▶ [TRY IT] Check every line below for the word "worstAbsence" and show those that hold it.

▶ [EXTRACTED MATERIAL]
::::
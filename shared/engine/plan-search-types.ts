/** What a branch and bound (plan-exhaustive.ts) starts from, shares between threads and returns. */
import type { SearchResume } from './plan-resume';

export interface ExhaustiveOutcome {
  readonly state: { starters: number[]; total: number };
  readonly complete: boolean;
  readonly stopped: boolean;
  readonly nodes: number;
  /** Proven lower bound on the optimum (scaled hops). */
  readonly lowerBound: number;
  /** Share of the k-sets not decided (0 when complete), over every run of a resumed search. */
  readonly searchLeft: number;
  /** What a later search of the same problem continues from (its `nodes` count every run). */
  readonly resume: SearchResume;
  /** True when this run continued a saved search. */
  readonly resumed: boolean;
}

export interface Incumbent {
  readonly starters: readonly number[];
  readonly rawTotal: number;
  readonly scale: number;
}

/**
 * What a search running on several threads shares (parallel/parallel-branch.ts): the best raw
 * total of all threads, and this thread's pending bound, closed share and node count.
 */
export interface SearchLink {
  best(): number;
  offer(raw: number): void;
  publish(pendingRaw: number, closed: number, nodes: number): void;
}
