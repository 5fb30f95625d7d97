/** `plan`: choose k starters (shared/engine/plan.ts) with total, rank, proven bound and certification. */
import { availableParallelism } from 'node:os';
import type { NoShowReport, PlanMethodChoice, PlanProgress } from '../plan-types';
import { CliError, integerFlag, numberFlag, type Flags } from './args';
import { clipId, ID_LIST_HELP, ms, ROOM_FLAGS, ROOM_HELP, WALK_FLAGS, WALK_HELP, walkOptions, warningNotes, type Command } from './command';
import { loadRoom } from './load-room';
import { idsFromFlags } from './read-file';
import type { RoomGraph } from '../graph';

export const planCommand: Command = {
  name: 'plan',
  summary: 'choose k starters so that people hear as soon as possible',
  flags: {
    ...ROOM_FLAGS,
    k: { required: true },
    method: {},
    nu: {},
    'time-limit': {},
    'no-show': {},
    include: {},
    exclude: {},
    'include-file': {},
    'exclude-file': {},
    ...WALK_FLAGS,
  },
  help: `Usage: npm run -s cli -- plan --graph FILE --k K --method greedy|widened|swap|exhaustive|auto|screen
                             [--nu X] [--time-limit SECONDS] [--laziness A] [--mixing B]
                             [--include IDS | --include-file F] [--exclude IDS | --exclude-file F] [--no-show P]

Prints {"method", "k", "starters": [ids in the order chosen], "total", "average", "rank",
"lowerBound", "certified", "elapsedMs", "gap", "coverSize", "solverPath", "notes", "warnings"}.
"total" is the sum of expected hops to hear over the people who are not starters, "average"
is total / (n - k), "rank" the quality rank (0 = as good as the worst single starter, 1 = the
cover bound), "lowerBound" a proven lower bound on the best total of any plan of size k
(under the same constraints), "certified" true when "total" is proven to be the best,
"relativeGap" (total - lowerBound) / total, "searchLeft" the share of plans the search had not
ruled out when it stopped (0 when certified), "nodes" the search steps, "bestSingle" the best
single starter {"person", "total"}, "fewestForOneHop" the fewest starters after whom everyone
hears in one hop, "fewestToReachAll" the fewest starters with whom everyone can hear at all.
"notes" say how the plan was made; "warnings" what limited it, each {"code", "text"}: the
code one of search-stopped, search-time-limit (the branch and bound was stopped or reached its
time limit), widening-time-limit, swap-time-limit, over-dense-limit (a greedy ran instead of
the method asked for), no-show-not-exhaustive; the text says it in words with its numbers.
With --no-show P: "noShow": P, "expectedTotal" (expected total given at least one starter
shows; absent starters must hear too), "nobodyChance" P^k, "worstAbsence" {"person", "total"}
(the starter whose absence costs most; total null when k = 1), "standIns" [{"starter",
"person", "total"}], "expectedExact" (false above 12 starters: sampled, "expectedError" is the
standard error).

${ROOM_HELP}
  --k K               number of starters, 1 <= K < number of people
  --method M          greedy, widened (widened greedy), swap (greedy then swap polish),
                      exhaustive (branch and bound, certified or with a proven gap at the time
                      limit), auto (chooses by size; the default), lazy-greedy (large rooms),
                      screen (bottleneck screen for very large rooms: candidate sets ranked by
                      cut sizes, the best few hundred evaluated exactly within the time limit)
  --nu X              widened: keep small sets of quality rank >= X, 0 <= X <= 1 (default 0.9)
  --time-limit S      exhaustive and auto: time budget in seconds (default 10); screen: (default 480)
  --include IDS       people who must be briefed (ids separated by commas)
  --exclude IDS       people who cannot be briefed
  --include-file F    --exclude-file F: the same, one id per line
  --no-show P         chance that a starter does not show up, 0 <= P <= 0.5: the plan minimises
                      the expected total (exact over all attendance subsets up to 12 starters)
${WALK_HELP}

${ID_LIST_HELP}

Rooms where some people cannot reach any starter need at least one starter in each closed
group; when K is too small for that, the command says so (exit status 2).`,
  async run(argv: Flags) {
    const start = performance.now();
    // Loaded on use, so a problem in one engine module cannot break the other commands.
    const { PLAN_METHODS } = await import('../plan');
    // Branch and bound (exhaustive, auto) runs on two worker threads when the machine has them.
    const { planWithWorkers } = await import('../parallel/index');
    const { graph, warnings, file } = loadRoom(argv);
    const k = integerFlag(argv, 'k', 1, 1e9)!;
    const method = (argv.get('method') ?? 'auto') as PlanMethodChoice;
    if (!(PLAN_METHODS as readonly string[]).includes(method)) {
      throw new CliError(`--method must be one of ${PLAN_METHODS.join(', ')} (got "${method}")`);
    }
    const nu = numberFlag(argv, 'nu', 0, 1, true);
    const seconds = numberFlag(argv, 'time-limit', 0.001, 1e6, true);
    const noShow = numberFlag(argv, 'no-show', 0, 0.5, true);
    const r = await planWithWorkers(
      graph,
      {
        k,
        method,
        ...walkOptions(argv),
        ...(nu !== undefined ? { nu } : {}),
        ...(seconds !== undefined ? { timeLimitMs: seconds * 1000 } : {}),
        ...(noShow !== undefined ? { noShow } : {}),
        mustInclude: people(graph, argv, 'include', file),
        exclude: people(graph, argv, 'exclude', file),
        // The screen of a very large room runs for minutes: one progress line per evaluated set on stderr.
        ...(method === 'screen' ? { onProgress: (p: PlanProgress) => process.stderr.write(`${p.stage} ${p.done}/${p.of}\n`) } : {}),
      },
      Math.min(2, availableParallelism()),
    );
    const finite = (v: number) => (Number.isFinite(v) ? v : null);
    return {
      result: {
        method: r.method,
        k: r.k,
        starters: r.starters.map((i) => graph.ids[i]),
        total: finite(r.total),
        average: finite(r.average),
        rank: finite(r.rank),
        lowerBound: finite(r.lowerBound),
        certified: r.certified,
        elapsedMs: ms(start),
        gap: finite(r.gap),
        coverSize: r.coverSize,
        solverPath: r.solverPath ?? 'dense',
        relativeGap: finite(r.relativeGap),
        searchLeft: r.searchLeft ?? 0,
        nodes: r.nodes ?? 0,
        stopped: r.stopped === true,
        bestSingle: r.bestSingle ? { person: graph.ids[r.bestSingle.person], total: finite(r.bestSingle.total) } : null,
        fewestForOneHop: r.fewestForOneHop,
        fewestToReachAll: r.fewestToReachAll,
        ...(r.noShow ? noShowFields(graph, r.noShow) : {}),
        notes: r.notes,
        warnings: r.warnings,
      },
      notes: warningNotes(warnings, file),
    };
  },
};

function noShowFields(graph: RoomGraph, ns: NoShowReport): Record<string, unknown> {
  const finite = (v: number) => (Number.isFinite(v) ? v : null);
  return {
    noShow: ns.chance,
    expectedTotal: finite(ns.expectedTotal),
    nobodyChance: ns.nobodyChance,
    worstAbsence: { person: graph.ids[ns.worstAbsence.person], total: finite(ns.worstAbsence.total) },
    standIns: ns.standIns.map((s) => ({ starter: graph.ids[s.starter], person: graph.ids[s.person], total: finite(s.total) })),
    expectedExact: ns.exact,
    ...(ns.exact ? {} : { expectedError: ns.standardError }),
  };
}

function people(graph: RoomGraph, flags: Flags, name: string, file: string): number[] {
  const index = new Map(graph.ids.map((id, i) => [id, i]));
  return (idsFromFlags(flags, name) ?? []).map((id) => {
    const i = index.get(id);
    if (i === undefined) throw new CliError(`--${name}: "${clipId(id)}" is not a person in ${file}`);
    return i;
  });
}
::::
▶ [TASK OUTPUT]
shows; absent starters must hear too), "nobodyChance" P^k, "worstAbsence" {"person", "total"}
    worstAbsence: { person: graph.ids[ns.worstAbsence.person], total: finite(ns.worstAbsence.total) },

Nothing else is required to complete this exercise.